Luis Aguilar, Virginia State Director for CASA in Virginia, a group that is advocating for an end to 287(g), said comments from ICE officials stating that more ICE operations will begin within the county if the 287(g) agreement is ended is an “intimidation tactic.”
Asked to respond to Lucero’s comments, Aguilar said it was “a sign that they are so afraid to lose this program which was created to target our communities. That’s why they take the route of intimidation.”
CASA de Virginia has held rallies calling for an end the agreement over the last week and will hold another outside the jail on Wednesday evening ahead of the jail board meeting. The organization has questioned why the meeting will be held virtually and will not allow in-person or virtual public comment. Instead, the jail board is taking written comment only.
Meanwhile, ICE will give a 30-minute presentation to the jail board about the 287(g) agreement, according to the meeting's agenda.
Aguilar said Hill, the chairman of the jail board, has “shown a complete lack of transparency” in addressing the meeting's format. Aguilar raised concerns that the meeting will be “heavily influenced” by ICE and will not hear the voices of community members who have been impacted by the program.
The jail board meeting be held virtually and will begin at 6:00 p.m. The meeting can be viewed via this link: https://www.youtube.com/channel/UC2UPCuCUvAvyrOLM3YedW1w
The Prince William Board of County Supervisors appointed three new members to the 11-member jail board on May 20. They include Del. Elizabeth Guzman, D-31st, a longtime critic of 287(g) who has said she will "definitely vote to let it expire."
The supervisors also appointed Tracey Lenox, a defense attorney who will lead the county's new public defenders' office, as well as local NAACP President Cozy Bailey.
The other jail board members include: Hill, Commonwealth’s Attorney Amy Ashworth, Clerk of the Circuit Court Jacqueline Smith, County Executive Chris Martino, Director of Office of Criminal Justice Services Steven Austin, Prince William County Police Chief Barry Barnard, City of Manassas Police Chief Doug Keen and Manassas resident Lisa Climer.

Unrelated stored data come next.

// Reads ligand libraries: params/ligands.yaml says what the keys mean.
#include <cmath>
#include <cstddef>
#include <span>
#include <string>
#include <string_view>
#include <utility>
#include <vector>

#include <fmt/format.h>

#include "complex/ligand.hpp"
#include "core/error.hpp"
#include "core/yaml.hpp"
#include "molecule/atoms_yaml.hpp"

namespace irrepwise {

extern const std::string_view ligands_yaml;  // params/ligands.yaml, embedded by the build

namespace {

using Sources = std::map<std::string, std::string>;

constexpr int most_teeth = 2;
constexpr int largest_charge = 20;

Eigen::Vector3d read_point(const YamlNode& node) {
  const std::span<const YamlNode> parts = node.list_of(3, "three coordinates in Å");
  Eigen::Vector3d point;
  for (int i = 0; i < 3; ++i) point[i] = parts[static_cast<std::size_t>(i)].number("a coordinate");
  return point;
}

int read_donor(const YamlNode& node, std::size_t n_atoms) {
  const int number = node.whole_number("the number of an atom");
  if (number < 1 || number > static_cast<int>(n_atoms)) {
    node.fail(fmt::format("there is no atom {}, expected 1 to {}", number, n_atoms));
  }
  return number - 1;
}

Binding read_binding(const YamlNode& node, const std::vector<Atom>& atoms) {
  node.expect_keys("a binding", {"donors", "electrons", "metal"});
  Binding binding;
  std::vector<bool> used(atoms.size(), false);
  for (const YamlNode& item : node.at("donors").list("for each tooth a list of its donors")) {
    std::vector<int> tooth;
    for (const YamlNode& donor : item.list("a list of donors")) {
      const int atom = read_donor(donor, atoms.size());
      if (used[static_cast<std::size_t>(atom)]) donor.fail("this atom stands here twice");
      used[static_cast<std::size_t>(atom)] = true;
      tooth.push_back(atom);
    }
    if (tooth.empty()) item.fail("found no atom in this tooth, expected at least one");
    binding.teeth.push_back(std::move(tooth));
  }
  if (binding.teeth.empty() || binding.denticity() > most_teeth) {
    node.at("donors").fail(
        fmt::format("found {} teeth, expected 1 or {}", binding.teeth.size(), most_teeth));
  }
  if (binding.denticity() > 1 && (binding.teeth[0].size() > 1 || binding.teeth[1].size() > 1)) {
    node.at("donors").fail("each tooth of a chelate is one atom");
  }
  binding.electrons = node.at("electrons").whole_number("a whole number of electrons");
  if (binding.electrons < 0) node.at("electrons").fail("expected 0 or more electrons");
  if (const YamlNode* const metal = node.find("metal")) {
    binding.metal = read_point(*metal);
    for (const Atom& atom : atoms) {
      if ((atom.position - binding.metal).norm() < 0.5) metal->fail("an atom lies at the metal");
    }
  }
  return binding;
}

std::string read_source(const YamlNode& node, const Sources& sources) {
  const std::string& word = node.word("a key of `sources`, or words");
  const auto found = sources.find(word);
  return found == sources.end() ? word : found->second;
}

std::map<std::string, std::vector<double>> read_lengths(const YamlNode& node) {
  std::map<std::string, std::vector<double>> lengths;
  for (const YamlNode::Entry& entry : node.map("pairs of elements with their lengths in Å")) {
    for (const YamlNode& length : entry.value.list("a list of lengths in Å")) {
      lengths[entry.key.word()].push_back(length.number("a length in Å"));
    }
  }
  return lengths;
}

std::vector<Atom> read_atoms(const YamlNode& node) {
  std::vector<Atom> atoms = read_yaml_atoms(node);
  try {
    return Molecule(std::move(atoms), 0).atoms();  // refuses atoms upon each other
  } catch (const Error& error) {
    throw error_at(node.place(), error);
  }
}

double read_shortening(const YamlNode& ligand, const char* key) {
  const YamlNode* const node = ligand.find(key);
  if (!node) return 0.0;
  const double angstrom = node->number("a length in Å");
  if (std::abs(angstrom) > 1.0) node->fail("found a shortening of more than 1 Å");
  return angstrom;
}

Ligand read_ligand(const std::string& name, const YamlNode& node, const Sources& sources) {
  node.expect_keys("a ligand", {"names", "charge", "binding", "bridging", "bridging_angle",
                                "bridging_shortening", "bridging_shortening_source", "shortening",
                                "shortening_source", "geometry", "source", "lengths", "atoms"});
  Ligand ligand;
  ligand.name = name;
  if (const YamlNode* const names = node.find("names")) {
    for (const YamlNode& other : names->list("a list of names")) {
      ligand.names.push_back(other.word("a name"));
    }
  }
  ligand.charge = node.at("charge").whole_number("a whole number of charges");
  if (std::abs(ligand.charge) > largest_charge) {
    node.at("charge").fail(fmt::format("found a charge beyond {}", largest_charge));
  }
  ligand.atoms = read_atoms(node.at("atoms"));
  for (const YamlNode& binding : node.at("binding").list("a list of ways to bind")) {
    ligand.bindings.push_back(read_binding(binding, ligand.atoms));
  }
  if (ligand.bindings.empty()) node.at("binding").fail("expected at least one way to bind");
  if (const YamlNode* const bridging = node.find("bridging")) {
    ligand.bridging_electrons = bridging->whole_number("a whole number of electrons");
    if (*ligand.bridging_electrons < 0) bridging->fail("expected 0 or more electrons");
  }
  if (const YamlNode* const angle = node.find("bridging_angle")) {
    ligand.bridging_angle_degrees = angle->number("an angle in degrees");
    if (!(*ligand.bridging_angle_degrees >= 80.0 && *ligand.bridging_angle_degrees <= 180.0)) {
      angle->fail(
          fmt::format("found an angle of {}°, expected 80 to 180", *ligand.bridging_angle_degrees));
    }
  }
  ligand.shortening_angstrom = read_shortening(node, "shortening");
  ligand.bridging_shortening_angstrom = read_shortening(node, "bridging_shortening");
  if (const YamlNode* const source = node.find("shortening_source")) {
    ligand.shortening_source = source->word("words");
  }
  if (const YamlNode* const words = node.find("geometry")) ligand.geometry = words->word("words");
  if (const YamlNode* const source = node.find("source")) {
    ligand.source = read_source(*source, sources);
  }
  if (const YamlNode* const lengths = node.find("lengths")) {
    ligand.lengths = read_lengths(*lengths);
  }
  return ligand;
}

}  // namespace

LigandLibrary parse_ligands(std::string_view yaml, const std::string& file_name) {
  const YamlNode node = YamlNode::parse(yaml, file_name);
  node.expect_keys("a ligand library", {"sources", "ligands"});
  Sources sources;
  if (const YamlNode* const words = node.find("sources")) {
    for (const YamlNode::Entry& entry : words->map("names of sources with their words")) {
      sources[entry.key.word()] = entry.value.word("the words of a source");
    }
  }
  std::vector<Ligand> ligands;
  for (const YamlNode::Entry& entry : node.at("ligands").map("names with their ligands")) {
    ligands.push_back(read_ligand(entry.key.word(), entry.value, sources));
  }
  try {
    return LigandLibrary(std::move(ligands));
  } catch (const Error& error) {
    throw error_at(node.at("ligands").place(), error);
  }
}

const LigandLibrary& built_in_ligands() {
  static const LigandLibrary library = parse_ligands(ligands_yaml, "params/ligands.yaml");
  return library;
}

}  // namespace irrepwise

It is not known which way the board will vote on the matter, but it was confirmed Tuesday that Raul Torres, the executive director of the Prince William County Human Rights Office, will serve as an alternate for Martino during the meeting.
Torres did not say whether he would vote to end the agreement. But Torres said he will vote “through an equity lens,” and that he will take into account all the residents of Prince William County.